Viser les 500 000 t de collecte
Le négoce vendéen mise sur la légèreté de sa structure pour être compétitif ainsi que le formule Mickaël Menguy, responsable achat-vente de la collecte : « Nous sommes vraiment des metteurs en marché avec des charges et des marges réduites : deux personnes pour gérer 365 000 t de céréales et d'oléagineux. Notre méthode de commercialisation intéresse nos clients, car elle est pratique, rapide, adaptée au marché. Ils peuvent vendre à n'importe quel moment et à des prix qui les intéressent, à un opérateur aux frais d'approche et de fonctionnement faibles. La plupart de nos clients connaissent bien les marchés et savent quand le prix est rentable pour eux. » Le principe de donner des cotations en temps réel indexées sur le Matif fait que les commerciaux n'interviennent pas sur l'achat de céréales. D'autres éléments qui séduisent les clients sont également soulignés : les délais de livraison en appro (12 heures en cas d'urgence), la justesse de facturation (gros travail de pointage) et des délais de paiement en céréales tenus avec rigueur avec des ventes toujours établies par contrat. L'indépendance qui semble caractériser la clientèle, se retrouve également dans le fonctionnement mis en place. En effet, les commerciaux, tout comme les chauffeurs, sont décentralisés en région : l'un couvre l'Ille-et-Vilaine, la Loire-Atlantique, le Maine-et-Loire et le nord de la Vendée, un second la zone autour du siège social, un troisième le sud de la Vendée et un quatrième la Charente et la Charente-Maritime.
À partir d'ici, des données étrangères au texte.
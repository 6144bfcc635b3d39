package floor

import (
	"bytes"
	"compress/flate"
	"encoding/binary"
	"errors"
	"math"
	"runtime"
	"slices"
	"testing"

	"github.com/google/go-cmp/cmp"
	"pgregory.net/rapid"

	"example.com/wideberth/mapstore/geom"
)

func TestSettingsRoundTrip(t *testing.T) {
	rapid.Check(t, func(t *rapid.T) {
		s := drawSettings().Draw(t, "settings")
		got, err := DecodeSettings(EncodeSettings(s))
		if err != nil || got != s {
			t.Fatalf("%+v became %+v, %v", s, got, err)
		}
	})
}

// Edits come back as they were, field by field.
func TestEditsRoundTrip(t *testing.T) {
	rapid.Check(t, func(t *rapid.T) {
		m := newModel(drawSettings().Draw(t, "settings"))
		var edits []Edit
		for range rapid.IntRange(0, 6).Draw(t, "n") {
			e := drawEdit(m).Draw(t, "edit")
			m.apply(e)
			edits = append(edits, e)
		}
		data := EncodeEdits(edits)
		got, err := DecodeEdits(data)
		if err != nil {
			t.Fatal(err)
		}
		if d := cmp.Diff(edits, got); len(edits) > 0 && d != "" {
			t.Fatalf("(-before +after):\n%s", d)
		}
		for n := range len(data) {
			if _, err := DecodeEdits(data[:n]); !errors.Is(err, ErrEncoding) {
				t.Fatalf("the first %d of %d bytes: %v", n, len(data), err)
			}
		}
		if _, err := DecodeEdits(append(data, 0)); !errors.Is(err, ErrEncoding) {
			t.Fatalf("a byte too many: %v", err)
		}
	})
}

func TestNewerFormatsAreRefusedByName(t *testing.T) {
	for what, c := range map[string]struct {
		data   []byte
		decode func([]byte) error
	}{
		"settings": {EncodeSettings(hall), func(b []byte) error { _, err := DecodeSettings(b); return err }},
		"edits":    {EncodeEdits(nil), func(b []byte) error { _, err := DecodeEdits(b); return err }},
		"map":      {mustNew(t, hall).Encode(), func(b []byte) error { _, err := Decode(b); return err }},
	} {
		if err := c.decode(c.data); err != nil {
			t.Errorf("%s: %v", what, err)
		}
		c.data[0] = 2
		want := "floor: damaged or foreign encoding: byte 1: " + what + " format 2, this program reads 1"
		if err := c.decode(c.data); err == nil || err.Error() != want {
			t.Errorf("%s: %v, wanted %s", what, err, want)
		}
		if err := c.decode(nil); !errors.Is(err, ErrEncoding) {
			t.Errorf("%s of no bytes: %v", what, err)
		}
	}
}

// Content that Encode never writes is refused or made canonical.
func TestDecodeChecksContent(t *testing.T) {
	s := Settings{ResolutionUm: 1000, Columns: 100, Rows: 50, CapUm: 1000}
	encode := func(body []byte) []byte {
		b := appendSettings([]byte{mapFormat}, s)
		return appendPacked(binary.AppendUvarint(b, uint64(len(body))), body)
	}
	dense := func(change func(c *blockCells)) []byte {
		var c blockCells
		change(&c)
		b := make([]byte, 1024)
		c.put(b)
		return append([]byte{tagDense}, b...)
	}
	free := []byte{tagUniform, byte(Free)}
	cat := func(parts ...[]byte) []byte { return slices.Concat(parts...) }
	feature := func(f *Feature) []byte { return appendFeature(nil, f) }
	station := func(name string) []byte { return feature(&Feature{Name: name, Kind: Station}) }
	for _, c := range []struct {
		name string
		body []byte
		ok   bool
	}{
		{"all free", cat(free, []byte{0}), true},
		{"two equal kids, not canonical", cat([]byte{tagMixed}, free, free, []byte{0}), true},
		{"a dense block of one value, not canonical", cat([]byte{tagMixed}, dense(func(*blockCells) {}), free, []byte{0}), true},
		{"occupancy 3", []byte{tagUniform, 3, 0}, false},
		{"dense above a block", cat(dense(func(*blockCells) {}), []byte{0}), false},
		{"mixed below a block", cat([]byte{tagMixed, tagMixed}, free, free, free, free, free, []byte{0}), false},
		{"unknown tag", []byte{9, 0}, false},
		{"both planes", cat([]byte{tagMixed}, dense(func(c *blockCells) { c.occupied[0], c.unknown[0] = 1, 1 }), free, []byte{0}), false},
		{"cells right of the floor", cat([]byte{tagMixed}, free, dense(func(c *blockCells) { c.occupied[0] = 1 << 36 }), []byte{0}), false},
		{"cells above the floor", cat([]byte{tagMixed}, free, dense(func(c *blockCells) { c.unknown[50] = 1 }), []byte{0}), false},
		{"the last cell on the floor", cat([]byte{tagMixed}, free, dense(func(c *blockCells) { c.unknown[49] = 1 << 35 }), []byte{0}), true},
		{"two features", cat(free, []byte{2}, station("a"), station("b")), true},
		{"out of order", cat(free, []byte{2}, station("b"), station("a")), false},
		{"twice", cat(free, []byte{2}, station("a"), station("a")), false},
		{"a name that is none", cat(free, []byte{1}, station("A")), false},
		{"off the floor", cat(free, []byte{1}, feature(&Feature{Name: "a", Kind: Station, At: geom.Point{X: 100_001}})), false},
		{"a bow tie", cat(free, []byte{1}, feature(&Feature{Name: "a", Kind: ClosedZone, Shape: NewPolygon([][]geom.Point{pts(0, 0, 9, 9, 9, 0, 0, 9)}, 0)})), false},
		{"a heading that is none", cat(free, []byte{1}, feature(&Feature{Name: "a", Kind: Station, Heading: math.NaN()})), false},
		{"bytes too many", cat(free, []byte{0, 0}), false},
	} {
		m, err := Decode(encode(c.body))
		if (err == nil) != c.ok || err != nil && !errors.Is(err, ErrEncoding) {
			t.Errorf("%s: %v", c.name, err)
		}
		if err == nil && m.FeatureCount() == 0 && m.At(99, 49) == Free && m.Digest() != mustNew(t, s).Digest() {
			t.Errorf("%s: the digest is not that of the content", c.name)
		}
	}
}

// A small stream that says it is large, or that unpacks to more than it may, takes
// no more memory than what it may hold.
func TestDecodersDoNotExplode(t *testing.T) {
	pack := func(n int) []byte {
		var buf bytes.Buffer
		w, _ := flate.NewWriter(&buf, flate.BestSpeed)
		zero := make([]byte, 1<<20)
		for ; n > 0; n -= len(zero) {
			if _, err := w.Write(zero); err != nil {
				t.Fatal(err)
			}
		}
		if err := w.Close(); err != nil {
			t.Fatal(err)
		}
		return appendBytes([]byte{1}, buf.Bytes())
	}
	bomb := pack(32 << 20) // unpacks to 32 MiB
	rect := func(x1, y1 uint64) []byte {
		b := []byte{editsFormat, 1, byte(PaintCells), 0, 0}
		return binary.AppendUvarint(binary.AppendUvarint(b, x1), y1)
	}
	huge := binary.AppendUvarint(nil, math.MaxUint64)
	for name, data := range map[string][]byte{
		"cells that unpack to more":         slices.Concat(rect(64, 64), bomb),
		"cells that unpack to less":         slices.Concat(rect(16_384, 16_384), pack(1<<20)),
		"more cells than a patch may write": slices.Concat(rect(65_536, 65_536), bomb),
		"an edit count":                     slices.Concat([]byte{editsFormat}, huge),
		"many edits in few bytes":           append(binary.AppendUvarint([]byte{editsFormat}, MaxEdits), 1, 1, 1),
		"a name's length":                   slices.Concat([]byte{editsFormat, 1, byte(RemoveFeature)}, huge),
		"a chain's length":                  slices.Concat([]byte{editsFormat, 1, byte(PaintPolygon), 1}, huge),
	} {
		var before, after runtime.MemStats
		runtime.ReadMemStats(&before)
		_, err := DecodeEdits(data)
		runtime.ReadMemStats(&after)
		if !errors.Is(err, ErrEncoding) {
			t.Errorf("%s: %v", name, err)
		}
		if took := after.TotalAlloc - before.TotalAlloc; took > 12<<20 {
			t.Errorf("%s: took %d bytes", name, took)
		}
	}
	small := appendSettings([]byte{mapFormat}, Settings{ResolutionUm: 1000, Columns: 1, Rows: 1, CapUm: 1000})
	for name, data := range map[string][]byte{
		"content larger than a floor's":   slices.Concat(small, huge, bomb),
		"content larger than it says":     slices.Concat(small, []byte{100}, bomb),
		"content that is no DEFLATE data": slices.Concat(small, []byte{100, 1, 3, 0xff, 0xff, 0xff}),
	} {
		if _, err := Decode(data); !errors.Is(err, ErrEncoding) {
			t.Errorf("%s: %v", name, err)
		}
	}
}

func FuzzDecodeEdits(f *testing.F) {
	f.Add(EncodeEdits(nil))
	f.Add(EncodeEdits([]Edit{
		put(disc("a", 1e6, 1e6, 5)),
		{Kind: RemoveFeature, Name: "a"},
		{Kind: PaintRect, Rect: CellRect{1, 2, 3, 4}, Fill: Unknown},
		{Kind: PaintCells, Rect: CellRect{0, 0, 5, 1}, Cells: []byte{0x12, 1}},
		{Kind: PaintCells, Rect: CellRect{0, 0, 64, 64}, Cells: make([]byte, 1024)},
		{Kind: ClearRect, Rect: CellRect{0, 0, 400, 300}},
		{Kind: PaintPolygon, Fill: Occupied, Shape: NewPolygon([][]geom.Point{pts(0, 0, 1e6, 0, 0, 1e6)}, 0)},
		put(&Feature{Name: "z", Note: "n", Kind: OneWayZone, Heading: 1, Shape: NewPolygon([][]geom.Point{pts(0, 0, 9, 0, 9, 9)}, 0)}),
		put(&Feature{Name: "v", Kind: SpeedLimitZone, SpeedMps: 1, Shape: NewPolygon([][]geom.Point{pts(0, 0, 9, 0, 9, 9)}, 0)}),
		put(&Feature{Name: "s", Kind: Station, Heading: -1}),
	}))
	m, err := New(hall)
	if err != nil {
		f.Fatal(err)
	}
	f.Fuzz(func(t *testing.T, data []byte) {
		edits, err := DecodeEdits(data)
		if err != nil {
			if !errors.Is(err, ErrEncoding) {
				t.Fatal(err)
			}
			return
		}
		again, err := DecodeEdits(EncodeEdits(edits))
		if err != nil || !cmp.Equal(edits, again) {
			t.Fatalf("not the same after another round: %v\n%s", err, cmp.Diff(edits, again))
		}
		next, err := m.Apply(edits)
		var ee *EditError
		if err != nil && (!errors.As(err, &ee) || ee.Problem == "" || ee.Index >= len(edits)) {
			t.Fatalf("refused with %v", err)
		}
		if err == nil {
			if back, err := Decode(next.Encode()); err != nil || back.Digest() != next.Digest() {
				t.Fatalf("content changed by its encoding: %v", err)
			}
		}
	})
}

func FuzzDecode(f *testing.F) {
	m := mustNew(f, Settings{ResolutionUm: 1000, Columns: 100, Rows: 70, CapUm: 1000})
	f.Add(m.Encode())
	m = mustApply(f, m, Edit{Kind: PaintRect, Rect: CellRect{1, 2, 70, 60}, Fill: Unknown}, put(disc("a", 50_000, 50_000, 5)),
		put(&Feature{Name: "s", Kind: Station, Heading: -1}))
	f.Add(m.Encode())
	// Not packed, so that the fuzzer reaches the content.
	body := m.tree.appendNode(nil, m.tree.root)
	body = binary.AppendUvarint(body, uint64(m.FeatureCount()))
	for x := range m.Features() {
		body = appendFeature(body, x)
	}
	raw := binary.AppendUvarint(appendSettings([]byte{mapFormat}, m.settings), uint64(len(body)))
	f.Add(appendBytes(append(raw, 0), body))
	f.Fuzz(func(t *testing.T, data []byte) {
		m, err := Decode(data)
		if err != nil {
			if !errors.Is(err, ErrEncoding) {
				t.Fatal(err)
			}
			return
		}
		back, err := Decode(m.Encode())
		if err != nil || back.Digest() != m.Digest() || !Diff(m, back).IsEmpty() {
			t.Fatalf("not the same after another round: %v", err)
		}
	})
}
En outre, Hermouet n'a en fait adhéré à un réseau de négociants, Agridis en l'occurrence, qu'à la fin de 2010. Son développement et la nécessité d'assurer la pérennisation de son activité l'ont poussé dans ce sens. Et pour maintenir un niveau de compétences adapté au marché, des sessions de formation sont régulièrement suivies, concernant notamment les marchés et les contrats de vente.
Les moyens mis en oeuvre depuis quatre ans devraient permettre, en grande partie, la croissance de l'entreprise dans les cinq à dix ans à venir. Un nouveau silo de six cellules pouvant recevoir au total 10 000 t et un séchoir de 3 000 points sont fonctionnels sur le site de Beaulieu-sous-la-Roche depuis l'été 2012. A cette même époque, a été recruté le quatrième commercial. Il a pour mission de densifier l'activité autour du siège social. Jusqu'alors, le négoce avait recours aux installations de séchage en portuaire et chez les agriculteurs. Il s'appuie également sur les installations de stockage à la ferme d'agriculteurs qui vont stocker aussi pour des voisins. Et il loue en portuaire 35 000 t à La Pallice et Nantes-Montoir.
Avec l'ensemble de ces moyens, le négoce vendéen espère bien atteindre à terme les 450 000 à 500 000 t de collecte, activité qui, ces dernières années, attire plutôt les nouveaux clients.